_YOUR OBJECTIVE_
Among the records below, find each line bearing the word "typed" and copy it.

----

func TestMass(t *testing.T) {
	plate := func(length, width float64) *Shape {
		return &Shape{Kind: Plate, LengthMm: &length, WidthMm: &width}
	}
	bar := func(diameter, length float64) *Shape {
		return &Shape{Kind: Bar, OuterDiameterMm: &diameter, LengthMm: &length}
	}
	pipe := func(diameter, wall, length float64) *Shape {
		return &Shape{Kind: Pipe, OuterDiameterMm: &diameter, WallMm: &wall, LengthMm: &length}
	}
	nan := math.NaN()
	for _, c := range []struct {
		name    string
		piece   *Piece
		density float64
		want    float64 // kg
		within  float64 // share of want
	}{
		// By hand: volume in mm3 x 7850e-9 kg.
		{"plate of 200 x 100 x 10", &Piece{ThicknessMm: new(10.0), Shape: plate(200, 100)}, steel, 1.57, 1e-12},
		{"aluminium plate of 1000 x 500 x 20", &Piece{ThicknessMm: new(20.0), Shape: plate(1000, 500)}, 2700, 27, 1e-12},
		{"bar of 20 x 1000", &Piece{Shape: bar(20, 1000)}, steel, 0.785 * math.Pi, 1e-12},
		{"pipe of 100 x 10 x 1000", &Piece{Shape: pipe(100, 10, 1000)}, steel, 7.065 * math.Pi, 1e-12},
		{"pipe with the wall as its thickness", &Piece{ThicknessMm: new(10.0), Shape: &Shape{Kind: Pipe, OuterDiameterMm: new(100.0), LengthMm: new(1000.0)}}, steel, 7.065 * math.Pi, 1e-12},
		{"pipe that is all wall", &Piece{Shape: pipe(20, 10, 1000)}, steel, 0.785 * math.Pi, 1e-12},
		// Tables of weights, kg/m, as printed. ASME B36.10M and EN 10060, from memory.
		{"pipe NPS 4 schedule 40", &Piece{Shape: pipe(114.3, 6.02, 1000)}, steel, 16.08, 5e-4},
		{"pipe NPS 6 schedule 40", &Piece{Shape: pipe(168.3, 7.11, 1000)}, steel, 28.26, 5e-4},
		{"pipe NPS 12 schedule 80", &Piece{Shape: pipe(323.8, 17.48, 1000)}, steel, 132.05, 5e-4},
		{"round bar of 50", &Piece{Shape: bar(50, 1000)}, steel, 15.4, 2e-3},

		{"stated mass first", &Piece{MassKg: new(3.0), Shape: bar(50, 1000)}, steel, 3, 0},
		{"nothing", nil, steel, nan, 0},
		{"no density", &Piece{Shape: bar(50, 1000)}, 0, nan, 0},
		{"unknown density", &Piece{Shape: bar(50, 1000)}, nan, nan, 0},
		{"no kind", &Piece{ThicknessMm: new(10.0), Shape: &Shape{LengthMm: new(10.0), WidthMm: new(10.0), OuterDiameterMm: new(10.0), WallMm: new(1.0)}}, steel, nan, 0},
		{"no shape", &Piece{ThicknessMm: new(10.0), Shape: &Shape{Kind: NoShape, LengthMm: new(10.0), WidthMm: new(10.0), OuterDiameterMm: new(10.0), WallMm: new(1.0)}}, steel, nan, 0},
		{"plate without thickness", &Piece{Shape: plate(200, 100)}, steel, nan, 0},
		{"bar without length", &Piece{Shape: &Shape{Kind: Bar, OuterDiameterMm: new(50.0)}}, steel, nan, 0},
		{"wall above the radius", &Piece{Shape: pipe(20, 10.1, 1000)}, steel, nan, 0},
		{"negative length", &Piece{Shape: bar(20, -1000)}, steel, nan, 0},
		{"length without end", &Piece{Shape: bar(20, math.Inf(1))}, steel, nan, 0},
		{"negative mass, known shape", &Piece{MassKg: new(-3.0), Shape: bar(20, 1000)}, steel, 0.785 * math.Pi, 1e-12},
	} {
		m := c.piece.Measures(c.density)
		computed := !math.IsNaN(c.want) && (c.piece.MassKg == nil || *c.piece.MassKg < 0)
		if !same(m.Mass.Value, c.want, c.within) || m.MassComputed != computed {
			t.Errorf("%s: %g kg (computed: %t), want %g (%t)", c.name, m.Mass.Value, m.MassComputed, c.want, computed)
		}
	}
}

----

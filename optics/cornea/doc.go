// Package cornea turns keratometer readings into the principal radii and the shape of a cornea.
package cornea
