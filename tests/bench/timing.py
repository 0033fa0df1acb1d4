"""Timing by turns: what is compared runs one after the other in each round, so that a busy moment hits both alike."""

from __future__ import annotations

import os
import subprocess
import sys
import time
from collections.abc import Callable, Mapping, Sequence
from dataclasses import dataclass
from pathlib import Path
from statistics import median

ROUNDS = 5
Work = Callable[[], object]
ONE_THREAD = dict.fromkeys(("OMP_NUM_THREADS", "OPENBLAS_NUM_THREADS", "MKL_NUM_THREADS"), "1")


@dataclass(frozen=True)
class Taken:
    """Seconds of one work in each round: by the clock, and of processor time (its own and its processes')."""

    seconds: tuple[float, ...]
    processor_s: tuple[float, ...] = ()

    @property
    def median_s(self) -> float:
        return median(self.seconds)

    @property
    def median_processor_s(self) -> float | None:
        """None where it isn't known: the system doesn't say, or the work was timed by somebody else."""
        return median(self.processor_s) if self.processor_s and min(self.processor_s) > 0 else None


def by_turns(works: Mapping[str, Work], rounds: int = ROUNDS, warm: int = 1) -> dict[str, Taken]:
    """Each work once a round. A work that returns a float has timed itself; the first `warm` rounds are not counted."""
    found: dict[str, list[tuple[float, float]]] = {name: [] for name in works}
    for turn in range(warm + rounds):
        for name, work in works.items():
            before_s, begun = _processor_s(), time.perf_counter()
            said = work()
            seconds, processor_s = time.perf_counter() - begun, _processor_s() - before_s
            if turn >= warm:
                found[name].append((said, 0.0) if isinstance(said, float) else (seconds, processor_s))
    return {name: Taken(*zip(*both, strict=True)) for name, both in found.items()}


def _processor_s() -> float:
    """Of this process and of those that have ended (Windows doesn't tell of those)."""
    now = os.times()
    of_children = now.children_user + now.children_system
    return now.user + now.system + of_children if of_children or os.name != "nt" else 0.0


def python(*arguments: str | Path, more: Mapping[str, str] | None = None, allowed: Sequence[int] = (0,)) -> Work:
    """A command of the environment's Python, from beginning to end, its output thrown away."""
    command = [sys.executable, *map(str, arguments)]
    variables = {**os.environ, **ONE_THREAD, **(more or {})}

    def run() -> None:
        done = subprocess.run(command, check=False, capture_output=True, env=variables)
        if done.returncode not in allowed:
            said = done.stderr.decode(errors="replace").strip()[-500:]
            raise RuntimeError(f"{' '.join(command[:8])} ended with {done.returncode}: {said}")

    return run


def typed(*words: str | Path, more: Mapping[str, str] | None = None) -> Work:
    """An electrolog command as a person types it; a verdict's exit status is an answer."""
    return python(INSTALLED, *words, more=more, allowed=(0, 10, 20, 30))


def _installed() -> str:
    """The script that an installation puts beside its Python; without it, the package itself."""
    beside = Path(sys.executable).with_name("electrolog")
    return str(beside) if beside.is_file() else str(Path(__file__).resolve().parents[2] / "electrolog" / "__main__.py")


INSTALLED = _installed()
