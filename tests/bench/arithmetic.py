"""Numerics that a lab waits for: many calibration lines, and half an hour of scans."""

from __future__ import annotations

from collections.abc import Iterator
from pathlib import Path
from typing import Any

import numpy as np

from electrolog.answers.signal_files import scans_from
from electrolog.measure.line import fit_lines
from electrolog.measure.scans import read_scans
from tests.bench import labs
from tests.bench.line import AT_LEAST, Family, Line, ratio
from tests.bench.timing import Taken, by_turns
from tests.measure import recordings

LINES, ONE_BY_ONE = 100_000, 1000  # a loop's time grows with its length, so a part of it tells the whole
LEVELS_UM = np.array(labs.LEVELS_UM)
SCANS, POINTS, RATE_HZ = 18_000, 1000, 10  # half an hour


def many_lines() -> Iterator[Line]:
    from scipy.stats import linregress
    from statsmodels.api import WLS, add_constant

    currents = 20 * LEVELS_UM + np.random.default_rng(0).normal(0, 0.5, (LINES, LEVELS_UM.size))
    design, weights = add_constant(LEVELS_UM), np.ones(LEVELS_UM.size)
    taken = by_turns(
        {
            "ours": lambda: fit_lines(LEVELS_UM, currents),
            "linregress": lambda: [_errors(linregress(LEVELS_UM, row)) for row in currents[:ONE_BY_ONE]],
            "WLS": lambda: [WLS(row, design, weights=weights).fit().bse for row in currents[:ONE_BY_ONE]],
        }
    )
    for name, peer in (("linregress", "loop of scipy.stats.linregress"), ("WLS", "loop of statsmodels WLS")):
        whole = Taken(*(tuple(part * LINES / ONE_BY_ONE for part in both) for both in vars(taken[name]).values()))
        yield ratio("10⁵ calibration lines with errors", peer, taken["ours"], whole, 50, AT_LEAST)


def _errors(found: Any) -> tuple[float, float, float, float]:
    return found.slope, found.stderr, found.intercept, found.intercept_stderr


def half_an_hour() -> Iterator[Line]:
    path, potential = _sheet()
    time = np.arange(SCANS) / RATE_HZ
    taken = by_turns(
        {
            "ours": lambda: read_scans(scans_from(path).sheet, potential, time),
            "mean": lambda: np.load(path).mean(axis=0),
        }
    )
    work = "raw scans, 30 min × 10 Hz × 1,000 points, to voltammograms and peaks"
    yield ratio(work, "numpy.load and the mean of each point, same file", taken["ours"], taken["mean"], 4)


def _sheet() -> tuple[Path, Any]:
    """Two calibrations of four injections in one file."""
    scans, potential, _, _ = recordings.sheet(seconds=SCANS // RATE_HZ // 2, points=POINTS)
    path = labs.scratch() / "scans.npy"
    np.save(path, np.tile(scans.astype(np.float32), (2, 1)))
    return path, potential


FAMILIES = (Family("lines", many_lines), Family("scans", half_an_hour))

----

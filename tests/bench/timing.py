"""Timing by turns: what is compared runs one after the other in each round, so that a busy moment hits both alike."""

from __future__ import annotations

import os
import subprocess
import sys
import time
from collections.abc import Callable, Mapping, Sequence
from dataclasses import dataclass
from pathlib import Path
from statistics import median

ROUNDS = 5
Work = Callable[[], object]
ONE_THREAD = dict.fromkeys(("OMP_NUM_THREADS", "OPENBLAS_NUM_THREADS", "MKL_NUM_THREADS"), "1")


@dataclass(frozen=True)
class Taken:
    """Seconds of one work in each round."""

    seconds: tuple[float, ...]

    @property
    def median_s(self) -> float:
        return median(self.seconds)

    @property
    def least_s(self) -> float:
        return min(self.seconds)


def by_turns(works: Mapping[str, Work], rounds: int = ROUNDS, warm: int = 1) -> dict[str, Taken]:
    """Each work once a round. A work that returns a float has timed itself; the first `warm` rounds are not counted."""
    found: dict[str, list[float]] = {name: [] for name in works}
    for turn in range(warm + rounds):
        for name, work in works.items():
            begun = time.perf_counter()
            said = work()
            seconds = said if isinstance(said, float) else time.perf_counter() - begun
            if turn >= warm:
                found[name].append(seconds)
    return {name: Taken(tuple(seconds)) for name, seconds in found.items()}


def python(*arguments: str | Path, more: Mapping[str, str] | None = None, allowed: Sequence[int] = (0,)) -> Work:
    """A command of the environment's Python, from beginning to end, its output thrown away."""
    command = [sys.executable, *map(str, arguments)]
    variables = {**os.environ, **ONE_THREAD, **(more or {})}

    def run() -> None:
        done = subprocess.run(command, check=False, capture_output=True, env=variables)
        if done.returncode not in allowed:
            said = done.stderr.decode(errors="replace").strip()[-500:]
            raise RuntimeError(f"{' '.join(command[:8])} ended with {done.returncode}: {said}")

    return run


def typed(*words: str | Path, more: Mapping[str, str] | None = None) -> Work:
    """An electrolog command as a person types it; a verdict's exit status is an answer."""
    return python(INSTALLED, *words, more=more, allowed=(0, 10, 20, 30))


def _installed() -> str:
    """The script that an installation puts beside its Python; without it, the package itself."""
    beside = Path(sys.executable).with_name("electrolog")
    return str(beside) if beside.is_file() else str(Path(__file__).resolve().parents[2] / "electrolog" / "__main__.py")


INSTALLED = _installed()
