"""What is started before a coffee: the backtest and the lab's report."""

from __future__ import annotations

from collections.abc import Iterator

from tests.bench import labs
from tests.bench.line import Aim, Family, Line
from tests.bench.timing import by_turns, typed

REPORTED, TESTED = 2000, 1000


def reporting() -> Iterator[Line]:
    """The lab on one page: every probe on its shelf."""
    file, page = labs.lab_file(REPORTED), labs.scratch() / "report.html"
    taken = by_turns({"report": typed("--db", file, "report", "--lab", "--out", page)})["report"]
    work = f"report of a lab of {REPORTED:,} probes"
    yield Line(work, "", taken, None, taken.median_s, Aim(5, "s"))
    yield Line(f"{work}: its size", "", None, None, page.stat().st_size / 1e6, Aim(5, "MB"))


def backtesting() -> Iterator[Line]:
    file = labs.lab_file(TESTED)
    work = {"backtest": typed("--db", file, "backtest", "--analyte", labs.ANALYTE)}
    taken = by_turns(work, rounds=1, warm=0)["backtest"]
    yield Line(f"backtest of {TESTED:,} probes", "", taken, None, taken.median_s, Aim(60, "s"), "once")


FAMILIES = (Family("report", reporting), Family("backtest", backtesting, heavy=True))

----

_SOLUTION FOR THIS TASK_
def typed(*words: str | Path, more: Mapping[str, str] | None = None) -> Work:
def typed(*words: str | Path, more: Mapping[str, str] | None = None) -> Work:
from tests.bench.timing import by_turns, typed
    taken = by_turns({"report": typed("--db", file, "report", "--lab", "--out", page)})["report"]
    work = {"backtest": typed("--db", file, "backtest", "--analyte", labs.ANALYTE)}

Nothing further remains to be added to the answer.